• **WORK REQUEST**: Reproduce the listing verbatim.

• **DATA SHOWN**:
● ● ● ● ●
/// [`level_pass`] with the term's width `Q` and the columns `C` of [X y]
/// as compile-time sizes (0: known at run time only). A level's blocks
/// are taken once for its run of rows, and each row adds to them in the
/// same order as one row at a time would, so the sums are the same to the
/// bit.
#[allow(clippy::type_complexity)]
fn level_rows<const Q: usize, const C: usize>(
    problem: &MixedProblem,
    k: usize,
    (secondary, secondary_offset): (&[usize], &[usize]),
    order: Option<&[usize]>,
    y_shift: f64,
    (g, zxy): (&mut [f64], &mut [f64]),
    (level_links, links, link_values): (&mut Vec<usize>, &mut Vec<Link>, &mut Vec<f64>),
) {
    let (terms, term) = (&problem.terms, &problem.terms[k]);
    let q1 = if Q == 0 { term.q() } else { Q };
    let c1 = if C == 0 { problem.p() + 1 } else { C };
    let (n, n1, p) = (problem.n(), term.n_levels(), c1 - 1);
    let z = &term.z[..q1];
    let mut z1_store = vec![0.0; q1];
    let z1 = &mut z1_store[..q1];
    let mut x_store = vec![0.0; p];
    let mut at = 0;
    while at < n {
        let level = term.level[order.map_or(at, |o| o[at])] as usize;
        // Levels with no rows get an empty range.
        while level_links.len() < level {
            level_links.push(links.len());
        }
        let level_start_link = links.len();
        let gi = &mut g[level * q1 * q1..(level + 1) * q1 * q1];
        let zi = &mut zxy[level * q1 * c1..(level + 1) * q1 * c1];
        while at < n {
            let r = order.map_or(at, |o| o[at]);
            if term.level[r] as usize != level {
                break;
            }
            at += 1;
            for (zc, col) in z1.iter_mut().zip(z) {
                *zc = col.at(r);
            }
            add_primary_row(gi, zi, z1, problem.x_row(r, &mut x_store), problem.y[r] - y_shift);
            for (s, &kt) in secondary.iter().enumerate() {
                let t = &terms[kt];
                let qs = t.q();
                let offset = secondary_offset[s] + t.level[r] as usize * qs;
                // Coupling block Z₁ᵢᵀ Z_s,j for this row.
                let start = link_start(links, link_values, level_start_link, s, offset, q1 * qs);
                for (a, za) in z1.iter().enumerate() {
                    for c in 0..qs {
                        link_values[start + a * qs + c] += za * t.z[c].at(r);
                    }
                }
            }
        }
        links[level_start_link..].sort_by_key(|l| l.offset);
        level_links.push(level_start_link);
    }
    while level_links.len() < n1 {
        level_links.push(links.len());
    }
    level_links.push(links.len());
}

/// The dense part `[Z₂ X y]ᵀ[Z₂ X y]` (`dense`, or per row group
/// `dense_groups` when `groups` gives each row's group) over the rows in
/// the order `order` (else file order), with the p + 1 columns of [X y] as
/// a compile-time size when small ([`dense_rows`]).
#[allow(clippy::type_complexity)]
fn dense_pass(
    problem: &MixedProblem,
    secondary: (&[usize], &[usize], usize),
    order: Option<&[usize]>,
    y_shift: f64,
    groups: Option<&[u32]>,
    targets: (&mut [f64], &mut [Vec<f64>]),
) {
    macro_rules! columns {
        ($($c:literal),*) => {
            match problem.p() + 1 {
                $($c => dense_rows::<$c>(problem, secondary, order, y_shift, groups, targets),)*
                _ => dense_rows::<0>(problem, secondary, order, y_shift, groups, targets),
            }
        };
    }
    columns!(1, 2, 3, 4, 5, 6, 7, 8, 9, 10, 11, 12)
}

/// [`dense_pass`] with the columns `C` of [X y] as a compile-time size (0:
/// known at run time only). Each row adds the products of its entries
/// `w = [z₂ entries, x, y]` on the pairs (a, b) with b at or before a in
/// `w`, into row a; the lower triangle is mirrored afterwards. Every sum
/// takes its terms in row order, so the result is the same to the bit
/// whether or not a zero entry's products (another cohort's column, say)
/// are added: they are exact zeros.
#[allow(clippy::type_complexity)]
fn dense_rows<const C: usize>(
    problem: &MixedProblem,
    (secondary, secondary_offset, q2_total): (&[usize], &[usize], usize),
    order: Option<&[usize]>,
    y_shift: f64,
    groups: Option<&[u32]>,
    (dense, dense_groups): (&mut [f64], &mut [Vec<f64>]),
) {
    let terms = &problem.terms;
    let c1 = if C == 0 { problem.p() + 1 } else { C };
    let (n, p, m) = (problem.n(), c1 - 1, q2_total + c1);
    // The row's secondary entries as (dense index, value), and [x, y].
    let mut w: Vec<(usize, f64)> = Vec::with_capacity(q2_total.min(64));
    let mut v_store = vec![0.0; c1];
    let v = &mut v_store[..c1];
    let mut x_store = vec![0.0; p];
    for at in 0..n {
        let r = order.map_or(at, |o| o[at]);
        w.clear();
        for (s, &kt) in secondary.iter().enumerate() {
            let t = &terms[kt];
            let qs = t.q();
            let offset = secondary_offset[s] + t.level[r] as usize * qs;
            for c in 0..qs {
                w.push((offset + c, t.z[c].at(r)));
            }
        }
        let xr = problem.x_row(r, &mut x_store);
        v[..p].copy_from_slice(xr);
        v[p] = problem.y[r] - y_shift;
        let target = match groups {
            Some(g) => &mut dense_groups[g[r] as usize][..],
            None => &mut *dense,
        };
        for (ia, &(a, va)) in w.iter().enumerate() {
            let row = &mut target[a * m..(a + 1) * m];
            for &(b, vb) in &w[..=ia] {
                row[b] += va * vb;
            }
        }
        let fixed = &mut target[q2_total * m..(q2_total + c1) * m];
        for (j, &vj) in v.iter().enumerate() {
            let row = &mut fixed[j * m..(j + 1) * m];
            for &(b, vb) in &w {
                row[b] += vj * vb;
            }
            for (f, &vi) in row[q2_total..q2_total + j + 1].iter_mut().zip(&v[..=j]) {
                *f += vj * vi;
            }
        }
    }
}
● ● ● ● ●
• **RESULT FOR THIS TASK**:
/// [`level_pass`] with the term's width `Q` and the columns `C` of [X y]
/// as compile-time sizes (0: known at run time only). A level's blocks
/// are taken once for its run of rows, and each row adds to them in the
/// same order as one row at a time would, so the sums are the same to the
/// bit.
#[allow(clippy::type_complexity)]
fn level_rows<const Q: usize, const C: usize>(
    problem: &MixedProblem,
    k: usize,
    (secondary, secondary_offset): (&[usize], &[usize]),
    order: Option<&[usize]>,
    y_shift: f64,
    (g, zxy): (&mut [f64], &mut [f64]),
    (level_links, links, link_values): (&mut Vec<usize>, &mut Vec<Link>, &mut Vec<f64>),
) {
    let (terms, term) = (&problem.terms, &problem.terms[k]);
    let q1 = if Q == 0 { term.q() } else { Q };
    let c1 = if C == 0 { problem.p() + 1 } else { C };
    let (n, n1, p) = (problem.n(), term.n_levels(), c1 - 1);
    let z = &term.z[..q1];
    let mut z1_store = vec![0.0; q1];
    let z1 = &mut z1_store[..q1];
    let mut x_store = vec![0.0; p];
    let mut at = 0;
    while at < n {
        let level = term.level[order.map_or(at, |o| o[at])] as usize;
        // Levels with no rows get an empty range.
        while level_links.len() < level {
            level_links.push(links.len());
        }
        let level_start_link = links.len();
        let gi = &mut g[level * q1 * q1..(level + 1) * q1 * q1];
        let zi = &mut zxy[level * q1 * c1..(level + 1) * q1 * c1];
        while at < n {
            let r = order.map_or(at, |o| o[at]);
            if term.level[r] as usize != level {
                break;
            }
            at += 1;
            for (zc, col) in z1.iter_mut().zip(z) {
                *zc = col.at(r);
            }
            add_primary_row(gi, zi, z1, problem.x_row(r, &mut x_store), problem.y[r] - y_shift);
            for (s, &kt) in secondary.iter().enumerate() {
                let t = &terms[kt];
                let qs = t.q();
                let offset = secondary_offset[s] + t.level[r] as usize * qs;
                // Coupling block Z₁ᵢᵀ Z_s,j for this row.
                let start = link_start(links, link_values, level_start_link, s, offset, q1 * qs);
                for (a, za) in z1.iter().enumerate() {
                    for c in 0..qs {
                        link_values[start + a * qs + c] += za * t.z[c].at(r);
                    }
                }
            }
        }
        links[level_start_link..].sort_by_key(|l| l.offset);
        level_links.push(level_start_link);
    }
    while level_links.len() < n1 {
        level_links.push(links.len());
    }
    level_links.push(links.len());
}

/// The dense part `[Z₂ X y]ᵀ[Z₂ X y]` (`dense`, or per row group
/// `dense_groups` when `groups` gives each row's group) over the rows in
/// the order `order` (else file order), with the p + 1 columns of [X y] as
/// a compile-time size when small ([`dense_rows`]).
#[allow(clippy::type_complexity)]
fn dense_pass(
    problem: &MixedProblem,
    secondary: (&[usize], &[usize], usize),
    order: Option<&[usize]>,
    y_shift: f64,
    groups: Option<&[u32]>,
    targets: (&mut [f64], &mut [Vec<f64>]),
) {
    macro_rules! columns {
        ($($c:literal),*) => {
            match problem.p() + 1 {
                $($c => dense_rows::<$c>(problem, secondary, order, y_shift, groups, targets),)*
                _ => dense_rows::<0>(problem, secondary, order, y_shift, groups, targets),
            }
        };
    }
    columns!(1, 2, 3, 4, 5, 6, 7, 8, 9, 10, 11, 12)
}

/// [`dense_pass`] with the columns `C` of [X y] as a compile-time size (0:
/// known at run time only). Each row adds the products of its entries
/// `w = [z₂ entries, x, y]` on the pairs (a, b) with b at or before a in
/// `w`, into row a; the lower triangle is mirrored afterwards. Every sum
/// takes its terms in row order, so the result is the same to the bit
/// whether or not a zero entry's products (another cohort's column, say)
/// are added: they are exact zeros.
#[allow(clippy::type_complexity)]
fn dense_rows<const C: usize>(
    problem: &MixedProblem,
    (secondary, secondary_offset, q2_total): (&[usize], &[usize], usize),
    order: Option<&[usize]>,
    y_shift: f64,
    groups: Option<&[u32]>,
    (dense, dense_groups): (&mut [f64], &mut [Vec<f64>]),
) {
    let terms = &problem.terms;
    let c1 = if C == 0 { problem.p() + 1 } else { C };
    let (n, p, m) = (problem.n(), c1 - 1, q2_total + c1);
    // The row's secondary entries as (dense index, value), and [x, y].
    let mut w: Vec<(usize, f64)> = Vec::with_capacity(q2_total.min(64));
    let mut v_store = vec![0.0; c1];
    let v = &mut v_store[..c1];
    let mut x_store = vec![0.0; p];
    for at in 0..n {
        let r = order.map_or(at, |o| o[at]);
        w.clear();
        for (s, &kt) in secondary.iter().enumerate() {
            let t = &terms[kt];
            let qs = t.q();
            let offset = secondary_offset[s] + t.level[r] as usize * qs;
            for c in 0..qs {
                w.push((offset + c, t.z[c].at(r)));
            }
        }
        let xr = problem.x_row(r, &mut x_store);
        v[..p].copy_from_slice(xr);
        v[p] = problem.y[r] - y_shift;
        let target = match groups {
            Some(g) => &mut dense_groups[g[r] as usize][..],
            None => &mut *dense,
        };
        for (ia, &(a, va)) in w.iter().enumerate() {
            let row = &mut target[a * m..(a + 1) * m];
            for &(b, vb) in &w[..=ia] {
                row[b] += va * vb;
            }
        }
        let fixed = &mut target[q2_total * m..(q2_total + c1) * m];
        for (j, &vj) in v.iter().enumerate() {
            let row = &mut fixed[j * m..(j + 1) * m];
            for &(b, vb) in &w {
                row[b] += vj * vb;
            }
            for (f, &vi) in row[q2_total..q2_total + j + 1].iter_mut().zip(&v[..=j]) {
                *f += vj * vi;
            }
        }
    }
}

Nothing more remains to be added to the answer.